На следующем совещании партийная тройка принимает Мудрова в кандидаты Коммунистической партии.
— Билет мы тебе вручить не можем, но считай, что ты его получил… Все остальное, когда вернемся на Родину. Будь достоин этого звания, Мудров. Оно ко многому обязывает, — торжественно произносит Дальк.
— Буду достоин.
Так приняли в Вюльцбурге в кандидаты партии Мудрова, Богданова, Свирина, Валовня, Леонова и Березкина.
А за стенами замка творятся дела, которые вызывают полную растерянность среди администрации ИЛАГ-13. Больше всего неприятностей у Маннергейма. Игорь Маракасов слышал, как комендант орал на него. Орал так громко, что крики разносились по всей комендатуре:
— Что же это такое?! Вы должны положить конец этим безобразиям! Вы отвечаете за то, чтобы у нас не было никаких происшествий! У вас есть для этого все. Если вы желаете оказаться на Восточном фронте, то я вам помогу.
Маннергейм вышел от коменданта красный, как школьник, получивший нагоняй от директора. Смеет кричать на него, офицера гестапо, который не спит ночами и обеспечивает порядок! Если бы не он, то еще бы не то было… Но, если честно говорить самому себе, дела из рук вон скверные.
…Два моряка с «Волголеса» — Ушков и Базанов — и один интернированный из еврейской группы работали на вокзале. Разгружали вагоны. Случайно они обнаружили ящик с оружием. С опасностью для жизни они спрятали три пистолета. Моряки знают, что такое оружие в лагере и как оно может пригодиться. Не раз они мечтали получить в руки хоть один револьвер. И тут такой случай… Но их постигло несчастье. Они попались. Кражу заметили… Этот смелый поступок стоил всем троим жизни. Немедленно по возвращении в Вюльцбург Маннергейм отправил их в гестапо. Они не вернулись.

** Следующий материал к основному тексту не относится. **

import { setTimeout as sleep } from 'node:timers/promises';
import fc from 'fast-check';
import type { Knex } from 'knex';
import { afterAll, beforeAll, beforeEach, expect, test } from 'vitest';
import { z } from 'zod';
import { headerOf } from '../../fake-smtp/read-message';
import type { TakenMessage } from '../../fake-smtp/mailbox';
import { openDatabase } from '../../server/db/database';
import { inTransaction } from '../../server/db/in-transaction';
import { tellWhatIsDue } from '../../server/features/notices';
import { mailboxOf, queueMail } from '../../server/mail';
import { calibrationSchema } from '../../shared/schemas';
import { answered, call } from './support/calls';
import { type Agent, type Harness, startHarness } from './support/harness';
import { calibrationBody, join, makeLab, type TestLab } from './support/lab';

let harness: Harness;
let owners: Knex;
let lead: Agent;
let operator: Agent;
let lab: TestLab;
let userId = '';

beforeAll(async () => {
  harness = await startHarness({ jobs: true });
  owners = openDatabase({ databaseUrl: harness.testDatabase.adminUrl, databasePoolMax: 2 });
  // Today's own look is over before there is a lab, so that only the looks below find anything.
  const looked = () => owners('pgboss.job').where({ name: 'daily-look', state: 'completed' }).first('id');
  while ((await looked()) === undefined) await sleep(20);
  lead = await harness.signIn('adaeze-holm');
  lab = await makeLab(harness, lead, 'Writing lab');
  operator = await harness.signIn('juno-petrak');
  await join(harness, lead, lab.labId, await harness.signIn('ines-varga'), 'designer');
  await join(harness, lead, lab.labId, operator, 'operator');
  await join(harness, lead, lab.labId, await harness.signIn('mirela-stanic'), 'guest');
  for (const [login, address] of [
    ['adaeze-holm', 'adaeze@lab.example'],
    ['ines-varga', 'ines@lab.example'],
    ['juno-petrak', 'juno@lab.example'],
    ['mirela-stanic', 'mirela@lab.example'],
  ] as const) {
    await owners('users').where({ login }).update({ email: address });
  }
});
beforeAll(async () => {
  const row: unknown = await owners('users').where({ login: 'adaeze-holm' }).first('id');
  userId = z.object({ id: z.string() }).parse(row).id;
});
beforeEach(() => harness.smtp.mailbox.clear());
afterAll(async () => {
  await owners.destroy();
  await harness.close();
});

const within = <Result>(work: Parameters<typeof inTransaction<Result>>[2]) =>
  inTransaction(harness.database, { userId: null, labId: lab.labId }, work);

const lookOn = (day: string) =>
  within((transaction) =>
    tellWhatIsDue(transaction, { labId: lab.labId, publicOrigin: harness.origin, now: new Date(day) }),
  );

/** Everything that was queued has been sent. */
async function allSent(): Promise<readonly TakenMessage[]> {
  for (;;) {
    const unsent: unknown[] = await owners('mails').whereNull('sent_at').select('id');
    if (unsent.length === 0) return harness.smtp.mailbox.messages;
    await sleep(20);
  }
}

const subject = ({ headers }: TakenMessage) => headerOf(headers, 'Subject');
const sentTo = (messages: readonly TakenMessage[]) =>
  messages.flatMap(({ envelopeTo }) => envelopeTo).toSorted();

// Plates are measured on 1 June, and the lab's rule is 90 days: due on 30 August.
test('a plate that falls due is told to leads and designers, once; when it is overdue once more', async () => {
  await lookOn('2026-08-20T08:00:00Z');
  expect(await allSent()).toEqual([]);

  await lookOn('2026-08-25T08:00:00Z');
  await lookOn('2026-08-26T08:00:00Z');
  const due = await allSent();
  expect(sentTo(due)).toEqual(['adaeze@lab.example', 'ines@lab.example']);
  const [first] = due;
  expect(first?.text).toContain('H-3 is due for calibration on 30 August 2026.');
  expect(first?.text).toContain('it stands in the beam of signal arm');
  expect(first?.text).toContain(`${harness.origin}/labs/${lab.labId}/cabinet/${lab.plateIds[0]}`);
  // The spare plate is as old, but stands in no beam.
  expect(first?.text).not.toContain('H-9');
  expect(first === undefined ? '' : subject(first)).toBe('2 plates of Writing lab are due for calibration');

  harness.smtp.mailbox.clear();
  await lookOn('2026-09-03T12:00:00Z');
  const overdue = await allSent();
  expect(sentTo(overdue)).toEqual(['adaeze@lab.example', 'ines@lab.example']);
  expect(overdue[0]?.text).toContain('H-3 is 4 days past its calibration.');
  harness.smtp.mailbox.clear();
  await lookOn('2026-10-01T12:00:00Z');
  expect(await allSent()).toEqual([]);
});

test('whoever measured a plate is told of it too, and of no other, as long as they are a member', async () => {
  const body = calibrationBody({ measuredAt: '2026-06-10T10:00:00Z' });
  await answered(
    call(harness, operator, 'post', `/labs/${lab.labId}/plates/${lab.plateIds[0]}/calibrations`, { body }),
    calibrationSchema,
  );
  await allSent();
  harness.smtp.mailbox.clear();
  await lookOn('2026-09-05T08:00:00Z');
  const messages = await allSent();
  expect(sentTo(messages)).toEqual(['adaeze@lab.example', 'ines@lab.example', 'juno@lab.example']);
  const own = messages.find(({ envelopeTo }) => envelopeTo.includes('juno@lab.example'));
  expect(own?.text).toContain('H-3 is due');
  expect(own?.text).not.toContain('Q-B');
});

test('two servers that look at the same moment write one mail', async () => {
  const body = calibrationBody({ measuredAt: '2026-06-11T10:00:00Z' });
  await answered(
    call(harness, lead, 'post', `/labs/${lab.labId}/plates/${lab.plateIds[0]}/calibrations`, { body }),
    calibrationSchema,
  );
  await allSent();
  harness.smtp.mailbox.clear();
  await Promise.all([1, 2, 3].map(() => lookOn('2026-09-06T08:00:00Z')));
  expect(sentTo(await allSent())).toEqual(['adaeze@lab.example', 'ines@lab.example']);
});

test('a calibration that takes versions out of tolerance is told in one mail that names them', async () => {
  const body = calibrationBody({ measuredAt: '2026-06-12T10:00:00Z', offsetDeg: 19 });
  await answered(
    call(harness, lead, 'post', `/labs/${lab.labId}/plates/${lab.plateIds[0]}/calibrations`, { body }),
    calibrationSchema,
  );
  while (harness.smtp.mailbox.messages.length < 2) await sleep(20);
  const messages = await allSent();
  expect(sentTo(messages)).toEqual(['adaeze@lab.example', 'ines@lab.example']);
  const [first] = messages;
  expect(first === undefined ? '' : subject(first)).toBe(
    'Two states 1 is out of tolerance since H-3 was calibrated',
  );
  expect(first?.text).toMatch(
    /As dialled: \d of 2 targets not within 1\.0e-3, the worst \S+ with 1 - F \d\.\de-\d/,
  );
  expect(first?.text).toMatch(/Re-solved: /);
});

test('every mail is plain text from us, marked as written by a program, and counts nobody', async () => {
  await within((transaction) =>
    queueMail(
      transaction,
      { labId: lab.labId, now: new Date() },
      {
        toUserId: userId,
        to: { name: 'Zoë Ångström', address: 'zoe@lab.example' },
        subject: 'Q-B’s zero moved by 0.82° – look',
        text: 'Zoë,\n\n1 − F is 4 × 10⁻⁴.\n.\nA line with one dot is above.\n',
      },
    ),
  );
  const [message] = await allSent();
  const header = (name: string) => (message === undefined ? '' : headerOf(message.headers, name));
  expect(header('Content-Type')).toMatch(/^text\/plain; charset=utf-8/);
  expect(header('From')).toBe('Quarterturn <quarterturn@localhost>');
  expect(header('To')).toBe('Zoë Ångström <zoe@lab.example>');
  expect(header('Auto-Submitted')).toBe('auto-generated');
  expect(header('Subject')).toBe('Q-B’s zero moved by 0.82° – look');
  expect(message?.text.replaceAll('\r\n', '\n').trimEnd()).toBe(
    'Zoë,\n\n1 − F is 4 × 10⁻⁴.\n.\nA line with one dot is above.',
  );
  expect(message?.envelopeFrom).toBe('quarterturn@localhost');
});

test('a mail server that is busy or away gets everything in the end, and no request waits for it', async () => {
  harness.smtp.putOff(1);
  await within((transaction) =>
    queueMail(
      transaction,
      { labId: lab.labId, now: new Date() },
      {
        toUserId: userId,
        to: { name: 'A', address: 'a@lab.example' },
        subject: 'Put off',
        text: 'Text.',
      },
    ),
  );
  const retried = async () => {
    const changed = await owners('pgboss.job')
      .where({ name: 'mail', state: 'retry' })
      .update({ start_after: owners.raw('now()') });
    return changed > 0;
  };
  while (!(await retried())) await sleep(20);
  expect((await allSent()).map(subject)).toEqual(['Put off']);
});

test('killed between commit and sending nothing is lost; killed just after sending it goes out again as the same mail', async () => {
  const unsentId = await within(async (transaction) => {
    await queueMail(
      transaction,
      { labId: lab.labId, now: new Date() },
      {
        toUserId: userId,
        to: { name: 'A', address: 'a@lab.example' },
        subject: 'Once and again',
        text: 'Text.',
      },
    );
    const row: unknown = await transaction('mails').where({ subject: 'Once and again' }).first('id');
    return z.object({ id: z.string() }).parse(row).id;
  });
  const [before] = await allSent();
  // As a process that was gone before it could note the sending leaves it: unsent, and its job under way.
  await owners('mails').where({ id: unsentId }).update({ sent_at: null });
  await owners('pgboss.job')
    .whereRaw(`name = 'mail' and data ->> 'mailId' = ?`, [unsentId])
    .update({ state: 'retry', completed_on: null, start_after: owners.raw('now()') });
  const messages = await allSent();
  expect(messages).toHaveLength(2);
  const ids = messages.map(({ headers }) => headerOf(headers, 'Message-ID'));
  expect(ids).toEqual([`<${unsentId}@localhost>`, `<${unsentId}@localhost>`]);
  expect(before === undefined ? '' : headerOf(before.headers, 'Message-ID')).toBe(ids[0]);
});

/** Names and addresses as an account could hold them, with what headers and SMTP commands are made of. */
const hostile = fc.oneof(
  fc.string({ unit: 'binary', maxLength: 40 }),
  fc
    .array(
      fc.constantFrom(
        '\r\n',
        '\n',
        '\r',
        '\0',
        '\u2028',
        'Bcc: x@evil.example',
        '"',
        '<',
        '>',
        ',',
        ';',
        ':',
        '@',
        'a',
        ' ',
        '=?utf-8?B?DQo=?=',
        '\u202E',
        '\u00AD',
        '(',
        '\\',
      ),
      { maxLength: 12 },
    )
    .map((parts) => parts.join('')),
);

test('no name or address adds a header, a recipient or a line to what is sent', async () => {
  const people = fc.array(fc.record({ name: hostile, local: hostile }), { minLength: 20, maxLength: 30 });
  await fc.assert(
    fc.asyncProperty(people, async (persons) => {
      harness.smtp.mailbox.clear();
      const mailboxes = persons
        .flatMap(({ name, local }) => [
          mailboxOf({ name, email: `${local}@lab.example` }),
          mailboxOf({ name, email: 'a@lab.example' }),
        ])
        .filter((mailbox) => mailbox !== null);
      await within(async (transaction) => {
        for (const to of mailboxes) {
          const mail = { toUserId: userId, to, subject: 'A subject', text: 'Text.' };
          await queueMail(transaction, { labId: lab.labId, now: new Date() }, mail);
        }
      });
      const messages = await allSent();
      expect(sentTo(messages)).toEqual(mailboxes.map(({ address }) => address).toSorted());
      for (const { headers, text } of messages) {
        expect(headers.map(([header]) => header.toLowerCase()).toSorted()).toEqual([
          'auto-submitted',
          'content-transfer-encoding',
          'content-type',
          'date',
          'from',
          'message-id',
          'mime-version',
          'subject',
          'to',
        ]);
        expect(text.trim()).toBe('Text.');
      }
    }),
    { numRuns: 2 },
  );
}, 120_000);

test('addresses that a header or a command could be made of are none', () => {
  for (const email of [
    null,
    '',
    'a',
    'a@',
    '@b.example',
    'a@b@c.example',
    'a b@c.example',
    '"a@evil.example"@c.example',
    'a@c.example\r\nBcc: d@e.example',
    'a@c.example, d@e.example',
    'a@[127.0.0.1]',
    'A <a@c.example>',
    'a@c.example>',
    `${'a'.repeat(65)}@c.example`,
    'a\u00AD@c.example',
  ]) {
    expect(mailboxOf({ name: 'A', email }), String(email)).toBeNull();
  }
  expect(mailboxOf({ name: 'A\r\nBcc: b@c.example', email: 'a.b+c@d-e.example' })).toEqual({
    name: 'A  Bcc: b@c.example',
    address: 'a.b+c@d-e.example',
  });
});

test('a subject of two lines is never queued', async () => {
  const queue = within((transaction) =>
    queueMail(
      transaction,
      { labId: lab.labId, now: new Date() },
      {
        toUserId: userId,
        to: { name: 'A', address: 'a@lab.example' },
        subject: 'One\r\nBcc: b@c.example',
        text: 'Text.',
      },
    ),
  );
  await expect(queue).rejects.toThrow(RangeError);
});

test('the mailbox shows what came on a page of its own, and lets nothing in it run', async () => {
  harness.smtp.mailbox.take(
    Buffer.from('Subject: <script>alert(1)</script>\r\n\r\n<img src=x onerror=alert(1)>\r\n'),
    { from: 'a@b.example', to: ['c@d.example'] },
  );
  const list = await (await fetch(harness.smtp.pageUrl)).text();
  expect(list).toContain('&lt;script&gt;');
  const number = harness.smtp.mailbox.messages[0]?.number ?? 0;
  const page = await (await fetch(`${harness.smtp.pageUrl}/messages/${number}`)).text();
  expect(page).toContain('&lt;img src=x');
  expect(`${list}${page}`).not.toMatch(/<(?:script|img)/);
  expect((await fetch(`${harness.smtp.pageUrl}/messages/99999`)).status).toBe(404);
});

…Владимира Ивановича Шилина, как хорошего плотника, посылают с группой моряков в город делать какие-то ящики. Одного взгляда на них достаточно, чтобы узнать, для чего они предназначены. Это ящики для оружия. Шилин демонстративно бросает инструмент и отказывается работать. То же делают остальные плотники. Группу немедленно возвращают в лагерь. Открытый саботаж!
— Почему вы отказались работать? — спрашивает Шилина гестаповец, когда моряки приходят в замок.
— Если вы заставили нас копать канавы, валить деревья, производить нейтральные работы, то это не значит, что мы будем что-нибудь делать на оборонных объектах, — с достоинством отвечает ему Владимир Иванович. — Это противоречит международному праву и нашим чувствам русских.
Что такое? Маннергейм ослышался? Он вне себя.
— Молчать! Мы вас заставим делать все. А пока в карцер! Вейфель! Гетц!
Моряков избивают и бросают
С тех пор как мы стали выходить за ворота замка, все чаще и чаще можно было услышать произносимое шепотом слово «побег». Как заманчиво оно звучало! Вырваться на волю, не видеть гитлеровских рож, не слышать их истошных криков, а самое главное, оказаться у своих, рассказать там про наш лагерь…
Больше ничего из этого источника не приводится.